琉球王国(あるいは琉球藩)の時代において、文字が読めたかもしれない女性の階層が2つあることを前回記載しました。1つが神女(ノロ)、そしてもう1つの階層が今回紹介する尾類(ジュリ)です。

尾類(ジュリ)とは遊女のことで、琉球・沖縄の歴史では15~16世紀あたりからその存在を確認できますが、1672年(寛文12)琉球王府は那覇市内に散らばって営業していた遊郭を辻(現在の那覇市辻)や、仲島(現在の那覇バスターミナル付近)に収容して遊郭および尾類(ジュリ)たちを厳重に管理します。

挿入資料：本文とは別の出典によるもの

Depth of the event
    Normally from pulse entry: ``s = c (t - zero_offset) / 2``. For a gate
    that follows another on an immersion grid (attribute ``water_path_mm``
    or ``water_velocity_m_s`` present) the depth counts from the event of
    the first gate of its chain (the interface echo), so the part surface is
    depth zero wherever the water path varies or the part is tilted; or
    choose the reference with ``depth_from``.

Record limits
    A gate window that is partly or entirely outside the recorded time
    range raises :class:`~ndtmap.errors.GateError` naming the gate, its
    window and the record. A following gate whose window can only leave the
    record at some positions is evaluated; those positions are missing,
    marked in the variable ``outside_record`` and counted in the attribute
    ``positions_outside_record`` (for in-memory grids).

Missing A-scans give NaN and ``triggered=False``, never a number.

Amplitude re a recording curve (DAC)
    With a curve (``dac=``, :class:`ndtmap.signal.DacCurve`) the gate is also
    run on ``100 A(t) / DAC(d(t))`` (:func:`ndtmap.signal.detected_re_curve`,
    a software TCG by 1/DAC, depth from pulse entry): ``amplitude_db_re_dac``
    is ``20 log10`` of the maximum of ``A(t) / DAC(t)`` over the window, so a
    deep echo above the curve is not hidden by a stronger shallow one below
    it. A gate whose level is in dB re the DAC (``reference='dac'``) is
    evaluated on that signal only: it triggers where the ratio reaches its
    level, its event is where the ratio peaks, and ``amplitude_fsh`` is the
    A-scan amplitude there. A window that leaves the curve's recorded depths
    is refused when the curve's rule is 'refuse'.

Clipping
    ``clipped`` (scan, index): the echo of the event reached the digitiser
    full scale (``digitiser_full_scale_fsh``, default 100 %FSH) in the
    recorded samples. On a grid from :func:`ndtmap.signal.apply_tcg` it is
    read from the grid's ``clipped`` mask within half a probe period of the
    event (a gain after digitising neither clips nor unclips); otherwise it
    is ``amplitude_fsh >= full scale`` (within 0.1 %).

Implementation
    All outputs of a gate come from one read of the gated window. The
    default kernel ('compiled', numba) reads the recorded samples (int16
    counts or float32) and converts, rectifies and compares each sample on
    the fly; the numpy kernel ('numpy', :func:`ndtmap.gates.kernels.reference_gate_kernel`) is the
    reference it is tested against, bit for bit. Choose with
    ``kernel=`` or the environment variable ``NDTMAP_KERNEL``. Figures:
    docs/performance.md.
"""

from __future__ import annotations

import json
import math
from collections.abc import Iterable, Mapping
from dataclasses import dataclass
from typing import Any

import numpy as np
import xarray as xr

from ndtmap._shared.arrays import is_lazy, netcdf_safe, result_attrs, whole_time
from ndtmap._shared.validate import one_of, positive_float
from ndtmap.errors import CalibrationError, GateError, ParameterError, ParameterTypeError
from ndtmap.gates.gate import Gate, gate_chain, gate_table
from ndtmap.gates.kernels import (
    choose_kernel,
    gate_kernel_blocked,
    gate_kernel_windows,
    gate_outputs_compiled,
    threads_for,
)
from ndtmap.gates.timing import hilbert_taps
from ndtmap.grid.geometry import part_constants
from ndtmap.grid.provenance import with_step
from ndtmap.grid.schema import ascan_in_fsh, check_grid, grid_attr, missing_ascans
from ndtmap.signal import (
    CLIP_RTOL,
    DETECTIONS,
    DacCurve,
    db_re,
    detected_re_curve,
    detected_signal,
    full_scale_fsh,
)

__all__ = [
    "evaluate_gate",
    "evaluate_gates",
    "gate_window_us",
    "gate_time_span_us",
    "is_immersion",
    "timing_reach_samples",
]

_EPS = 1e-6  # fraction of a sample: tolerance of window edges against sample times


def is_immersion(grid: xr.Dataset) -> bool:
    """True when the grid records an immersion (or water-gap) test: it has ``water_path_mm`` or
    ``water_velocity_m_s``."""
    return "water_path_mm" in grid.attrs or "water_velocity_m_s" in grid.attrs


@dataclass
class _Raw:
    amplitude: xr.DataArray
    triggered: xr.DataArray
    time: xr.DataArray
    window: tuple[float, float]  # absolute (fixed) or relative (following) window, us
    outside: xr.DataArray | None = None
    window_start: xr.DataArray | None = None
    window_end: xr.DataArray | None = None
    event: xr.DataArray | None = None  # event time before masking by `triggered` (for the clipped state)
    base: int = 0  # first sample of the array the sample numbers of the window count from
    ratio: xr.DataArray | None = None  # peak of 100 A/DAC over the window, % of the curve (with a curve)
    level: xr.DataArray | None = None  # the curve's level where the ratio peaks, %FSH (gate with a level re DAC)


def _clipped_near(mask: np.ndarray, sample: np.ndarray, *, before: int, after: int) -> np.ndarray:
    """True where `mask` holds a True sample from ``sample - before`` to ``sample + after`` (NaN sample: False)."""
    mask = np.asarray(mask, dtype=bool)
    n = mask.shape[-1]
    counts = np.concatenate([np.zeros(mask.shape[:-1] + (1,), np.int64), np.cumsum(mask, axis=-1)], axis=-1)
    s = np.asarray(sample, dtype=np.float64)
    known = np.isfinite(s)
    centre = np.where(known, np.round(np.where(known, s, 0.0)), 0.0).astype(np.int64)
    lo = np.clip(centre - before, 0, n)[..., None]
    hi = np.clip(centre + after + 1, 0, n)[..., None]
    found = (np.take_along_axis(counts, hi, axis=-1) - np.take_along_axis(counts, lo, axis=-1))[..., 0] > 0
    return found & known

辻や仲島の最大の特徴は町の経営に男性が一切関与していない点です。それと辻や仲島は単なる遊郭ではなく、料理屋、芸者、宿泊サービスも提供する総合的な歓楽街でもあったことです。少なく見積もっても1672年から1944年までの272年間、女性だけで歓楽街を経営し続けてきたことは驚異的としか言いようがありません。

尾類(ジュリ)たちの最大の武器はコミュニケーション能力の高さです。首里や那覇の士族が彼女たちに惹かれた理由の一つが接待能力の高さです。特に上級士族の妻は例外なく無教養のため家庭内で会話があまり成り立たないケースが多く、それゆえに士族はこぞって遊郭に通い詰めます*。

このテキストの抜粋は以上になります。